→ TASK DETAILS: Among the records that follow, find the line with "import json" and the line with "#: Longest message the". Set down those lines and all lines between them exactly, without adding anything.

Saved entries
*** Block opens ***
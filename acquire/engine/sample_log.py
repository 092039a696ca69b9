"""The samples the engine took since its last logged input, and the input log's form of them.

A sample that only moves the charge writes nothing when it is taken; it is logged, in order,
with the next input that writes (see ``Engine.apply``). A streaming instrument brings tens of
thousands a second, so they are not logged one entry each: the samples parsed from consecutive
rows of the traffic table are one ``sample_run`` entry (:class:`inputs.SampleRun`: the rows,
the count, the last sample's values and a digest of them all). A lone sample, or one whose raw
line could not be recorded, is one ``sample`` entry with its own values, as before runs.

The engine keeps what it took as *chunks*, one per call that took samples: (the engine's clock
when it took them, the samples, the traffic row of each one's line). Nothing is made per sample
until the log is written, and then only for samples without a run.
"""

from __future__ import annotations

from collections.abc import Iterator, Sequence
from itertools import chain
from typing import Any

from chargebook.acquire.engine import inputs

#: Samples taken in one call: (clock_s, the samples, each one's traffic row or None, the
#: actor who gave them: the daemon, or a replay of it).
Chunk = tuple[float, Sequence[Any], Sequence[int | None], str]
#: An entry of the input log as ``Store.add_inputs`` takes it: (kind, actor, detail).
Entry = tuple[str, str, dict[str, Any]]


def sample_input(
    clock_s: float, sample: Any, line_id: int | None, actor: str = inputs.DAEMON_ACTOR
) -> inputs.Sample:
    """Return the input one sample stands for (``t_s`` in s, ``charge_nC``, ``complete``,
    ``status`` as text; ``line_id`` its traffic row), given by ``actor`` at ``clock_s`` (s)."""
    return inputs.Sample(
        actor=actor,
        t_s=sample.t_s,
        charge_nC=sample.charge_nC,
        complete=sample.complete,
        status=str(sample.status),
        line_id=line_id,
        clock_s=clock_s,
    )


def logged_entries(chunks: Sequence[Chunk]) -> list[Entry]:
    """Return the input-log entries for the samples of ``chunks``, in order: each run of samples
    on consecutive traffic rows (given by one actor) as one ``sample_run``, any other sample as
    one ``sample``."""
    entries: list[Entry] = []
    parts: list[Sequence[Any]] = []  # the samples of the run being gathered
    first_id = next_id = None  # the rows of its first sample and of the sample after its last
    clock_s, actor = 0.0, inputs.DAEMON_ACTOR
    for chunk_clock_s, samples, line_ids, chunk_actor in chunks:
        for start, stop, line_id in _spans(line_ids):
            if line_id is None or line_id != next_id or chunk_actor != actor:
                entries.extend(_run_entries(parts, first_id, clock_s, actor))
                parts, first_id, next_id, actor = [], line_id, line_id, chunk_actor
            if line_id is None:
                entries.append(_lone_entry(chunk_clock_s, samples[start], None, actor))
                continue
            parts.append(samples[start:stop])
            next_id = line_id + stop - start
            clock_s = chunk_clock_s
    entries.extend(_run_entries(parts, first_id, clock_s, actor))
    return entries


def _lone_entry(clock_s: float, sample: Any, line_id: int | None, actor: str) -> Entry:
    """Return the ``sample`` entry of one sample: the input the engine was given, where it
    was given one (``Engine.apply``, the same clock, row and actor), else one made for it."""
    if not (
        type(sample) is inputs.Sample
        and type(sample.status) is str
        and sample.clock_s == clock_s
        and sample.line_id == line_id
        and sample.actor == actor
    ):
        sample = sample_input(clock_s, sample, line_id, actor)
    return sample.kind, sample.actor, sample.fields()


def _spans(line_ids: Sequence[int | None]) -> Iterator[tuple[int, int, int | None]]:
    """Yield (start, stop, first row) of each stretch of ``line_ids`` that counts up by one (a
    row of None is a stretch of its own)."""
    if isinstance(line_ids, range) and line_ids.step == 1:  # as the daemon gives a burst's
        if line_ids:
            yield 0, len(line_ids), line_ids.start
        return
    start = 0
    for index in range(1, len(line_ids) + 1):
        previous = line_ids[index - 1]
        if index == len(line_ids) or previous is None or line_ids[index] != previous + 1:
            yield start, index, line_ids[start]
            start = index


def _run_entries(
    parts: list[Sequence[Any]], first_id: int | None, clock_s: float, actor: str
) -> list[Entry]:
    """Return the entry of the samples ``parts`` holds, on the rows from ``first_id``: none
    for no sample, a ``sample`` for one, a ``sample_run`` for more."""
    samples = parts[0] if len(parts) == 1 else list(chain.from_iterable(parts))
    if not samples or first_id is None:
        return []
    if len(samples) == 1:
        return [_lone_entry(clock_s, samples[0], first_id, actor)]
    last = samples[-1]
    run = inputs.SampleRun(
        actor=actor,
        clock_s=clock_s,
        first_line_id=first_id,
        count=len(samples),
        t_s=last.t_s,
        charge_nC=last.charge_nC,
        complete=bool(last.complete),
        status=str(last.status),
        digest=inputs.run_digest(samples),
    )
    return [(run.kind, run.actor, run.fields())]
*** Block closes ***
*** Block opens ***
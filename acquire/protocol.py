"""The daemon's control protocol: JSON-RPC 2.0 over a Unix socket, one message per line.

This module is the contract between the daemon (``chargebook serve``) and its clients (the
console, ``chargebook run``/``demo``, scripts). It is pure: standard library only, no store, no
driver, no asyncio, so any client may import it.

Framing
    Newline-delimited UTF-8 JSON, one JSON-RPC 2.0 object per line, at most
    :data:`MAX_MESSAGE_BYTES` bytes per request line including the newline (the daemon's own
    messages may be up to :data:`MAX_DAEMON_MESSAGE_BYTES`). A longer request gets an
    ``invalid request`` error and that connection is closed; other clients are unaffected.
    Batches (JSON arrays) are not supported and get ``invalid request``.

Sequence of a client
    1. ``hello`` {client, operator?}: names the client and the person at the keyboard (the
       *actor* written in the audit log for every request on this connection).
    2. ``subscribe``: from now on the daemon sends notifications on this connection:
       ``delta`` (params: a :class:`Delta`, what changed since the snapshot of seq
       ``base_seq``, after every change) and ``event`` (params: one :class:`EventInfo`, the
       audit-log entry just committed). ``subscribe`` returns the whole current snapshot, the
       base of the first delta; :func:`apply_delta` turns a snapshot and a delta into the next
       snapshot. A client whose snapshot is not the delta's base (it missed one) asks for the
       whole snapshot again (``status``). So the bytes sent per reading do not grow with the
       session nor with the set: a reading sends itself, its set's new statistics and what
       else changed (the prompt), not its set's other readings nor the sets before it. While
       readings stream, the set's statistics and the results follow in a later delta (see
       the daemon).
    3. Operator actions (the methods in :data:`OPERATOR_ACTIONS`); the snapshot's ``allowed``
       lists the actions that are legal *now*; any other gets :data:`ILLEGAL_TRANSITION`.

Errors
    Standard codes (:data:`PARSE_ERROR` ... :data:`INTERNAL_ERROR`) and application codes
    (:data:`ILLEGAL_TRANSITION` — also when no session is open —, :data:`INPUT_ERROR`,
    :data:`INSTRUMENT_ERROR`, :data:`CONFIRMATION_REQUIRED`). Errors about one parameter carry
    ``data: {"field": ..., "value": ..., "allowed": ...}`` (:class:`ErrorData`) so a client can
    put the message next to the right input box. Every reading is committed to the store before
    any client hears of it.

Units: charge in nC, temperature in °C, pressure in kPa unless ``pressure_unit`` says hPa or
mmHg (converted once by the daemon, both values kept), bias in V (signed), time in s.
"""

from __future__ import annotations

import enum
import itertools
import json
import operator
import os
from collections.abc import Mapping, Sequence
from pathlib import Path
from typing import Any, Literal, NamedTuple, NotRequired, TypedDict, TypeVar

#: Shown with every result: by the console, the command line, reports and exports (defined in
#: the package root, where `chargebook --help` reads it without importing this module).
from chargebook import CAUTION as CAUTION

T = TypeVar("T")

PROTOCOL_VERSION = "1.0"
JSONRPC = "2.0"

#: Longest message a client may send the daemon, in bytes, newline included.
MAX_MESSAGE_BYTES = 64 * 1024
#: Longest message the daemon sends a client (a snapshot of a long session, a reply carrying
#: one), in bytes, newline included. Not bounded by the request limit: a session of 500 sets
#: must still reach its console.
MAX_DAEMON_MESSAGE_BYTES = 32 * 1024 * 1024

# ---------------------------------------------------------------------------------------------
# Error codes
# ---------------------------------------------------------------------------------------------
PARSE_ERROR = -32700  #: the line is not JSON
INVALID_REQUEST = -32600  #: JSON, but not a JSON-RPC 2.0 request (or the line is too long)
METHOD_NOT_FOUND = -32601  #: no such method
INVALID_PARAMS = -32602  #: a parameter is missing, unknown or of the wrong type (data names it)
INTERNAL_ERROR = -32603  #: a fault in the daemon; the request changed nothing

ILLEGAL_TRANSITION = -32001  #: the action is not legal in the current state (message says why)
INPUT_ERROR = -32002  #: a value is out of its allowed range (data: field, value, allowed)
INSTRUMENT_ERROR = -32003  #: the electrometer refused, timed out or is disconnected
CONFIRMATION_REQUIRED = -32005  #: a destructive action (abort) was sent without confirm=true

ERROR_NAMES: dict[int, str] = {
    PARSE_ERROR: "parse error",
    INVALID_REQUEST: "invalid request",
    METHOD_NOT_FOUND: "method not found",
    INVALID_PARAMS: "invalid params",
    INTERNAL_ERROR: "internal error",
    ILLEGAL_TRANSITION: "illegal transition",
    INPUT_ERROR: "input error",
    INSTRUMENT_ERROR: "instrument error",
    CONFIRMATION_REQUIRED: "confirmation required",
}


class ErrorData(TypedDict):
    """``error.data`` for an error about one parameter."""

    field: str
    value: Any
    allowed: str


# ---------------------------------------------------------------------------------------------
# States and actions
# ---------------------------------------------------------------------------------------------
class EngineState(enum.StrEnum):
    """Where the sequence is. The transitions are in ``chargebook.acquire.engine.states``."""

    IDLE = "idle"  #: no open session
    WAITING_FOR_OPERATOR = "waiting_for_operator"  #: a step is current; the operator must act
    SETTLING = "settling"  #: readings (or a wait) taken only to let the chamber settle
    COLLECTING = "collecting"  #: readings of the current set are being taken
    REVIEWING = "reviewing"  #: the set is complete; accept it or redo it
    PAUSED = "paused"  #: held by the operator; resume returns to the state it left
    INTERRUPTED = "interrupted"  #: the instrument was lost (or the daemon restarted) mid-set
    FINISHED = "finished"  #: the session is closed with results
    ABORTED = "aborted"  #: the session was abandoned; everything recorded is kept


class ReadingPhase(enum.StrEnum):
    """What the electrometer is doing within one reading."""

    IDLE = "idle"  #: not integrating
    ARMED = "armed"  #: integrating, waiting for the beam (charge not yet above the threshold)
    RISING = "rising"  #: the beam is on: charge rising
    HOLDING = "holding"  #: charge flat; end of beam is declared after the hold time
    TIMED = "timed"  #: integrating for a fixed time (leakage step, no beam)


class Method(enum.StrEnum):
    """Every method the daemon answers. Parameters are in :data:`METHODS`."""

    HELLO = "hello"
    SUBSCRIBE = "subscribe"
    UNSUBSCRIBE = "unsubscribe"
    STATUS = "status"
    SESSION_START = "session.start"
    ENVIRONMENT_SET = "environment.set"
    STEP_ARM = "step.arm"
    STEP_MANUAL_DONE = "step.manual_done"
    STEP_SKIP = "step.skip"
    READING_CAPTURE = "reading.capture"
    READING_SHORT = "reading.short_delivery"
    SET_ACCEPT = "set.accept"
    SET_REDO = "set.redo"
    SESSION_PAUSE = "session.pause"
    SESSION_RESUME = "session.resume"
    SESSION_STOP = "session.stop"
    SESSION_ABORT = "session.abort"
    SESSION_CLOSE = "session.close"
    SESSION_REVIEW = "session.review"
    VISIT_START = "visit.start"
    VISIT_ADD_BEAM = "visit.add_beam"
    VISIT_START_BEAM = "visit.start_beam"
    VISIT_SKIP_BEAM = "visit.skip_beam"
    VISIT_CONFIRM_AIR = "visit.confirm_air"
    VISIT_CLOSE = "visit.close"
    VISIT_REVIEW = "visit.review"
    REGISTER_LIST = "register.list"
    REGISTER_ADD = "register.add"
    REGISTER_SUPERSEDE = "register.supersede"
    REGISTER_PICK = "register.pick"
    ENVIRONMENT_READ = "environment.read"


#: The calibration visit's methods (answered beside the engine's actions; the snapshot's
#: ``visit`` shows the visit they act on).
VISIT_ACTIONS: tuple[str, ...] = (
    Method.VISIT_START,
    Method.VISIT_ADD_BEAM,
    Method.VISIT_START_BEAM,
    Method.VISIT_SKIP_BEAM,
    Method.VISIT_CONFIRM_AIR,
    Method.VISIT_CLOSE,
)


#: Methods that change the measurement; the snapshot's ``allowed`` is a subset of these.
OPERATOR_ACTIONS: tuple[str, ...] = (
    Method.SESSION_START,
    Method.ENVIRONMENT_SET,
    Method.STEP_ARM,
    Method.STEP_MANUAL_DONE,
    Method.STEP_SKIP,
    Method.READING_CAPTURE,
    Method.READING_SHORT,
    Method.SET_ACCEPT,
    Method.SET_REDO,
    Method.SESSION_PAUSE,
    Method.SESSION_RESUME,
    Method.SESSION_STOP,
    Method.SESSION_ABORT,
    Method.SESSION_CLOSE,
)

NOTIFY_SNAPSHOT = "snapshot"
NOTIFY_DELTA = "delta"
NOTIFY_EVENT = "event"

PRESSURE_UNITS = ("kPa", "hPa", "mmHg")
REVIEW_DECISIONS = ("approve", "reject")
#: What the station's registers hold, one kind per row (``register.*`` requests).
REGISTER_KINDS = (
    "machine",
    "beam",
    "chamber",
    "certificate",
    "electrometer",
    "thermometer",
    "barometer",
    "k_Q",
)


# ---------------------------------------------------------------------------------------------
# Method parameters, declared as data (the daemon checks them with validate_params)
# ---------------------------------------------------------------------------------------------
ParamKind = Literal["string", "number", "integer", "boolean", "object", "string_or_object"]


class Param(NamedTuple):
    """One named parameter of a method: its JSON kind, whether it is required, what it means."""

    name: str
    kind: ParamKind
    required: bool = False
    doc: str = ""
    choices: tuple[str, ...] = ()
*** Block closes ***
→ WRITTEN RESPONSE:
import json
import operator
import os
from collections.abc import Mapping, Sequence
from pathlib import Path
from typing import Any, Literal, NamedTuple, NotRequired, TypedDict, TypeVar

#: Shown with every result: by the console, the command line, reports and exports (defined in
#: the package root, where `chargebook --help` reads it without importing this module).
from chargebook import CAUTION as CAUTION

T = TypeVar("T")

PROTOCOL_VERSION = "1.0"
JSONRPC = "2.0"

#: Longest message a client may send the daemon, in bytes, newline included.
MAX_MESSAGE_BYTES = 64 * 1024
#: Longest message the daemon sends a client (a snapshot of a long session, a reply carrying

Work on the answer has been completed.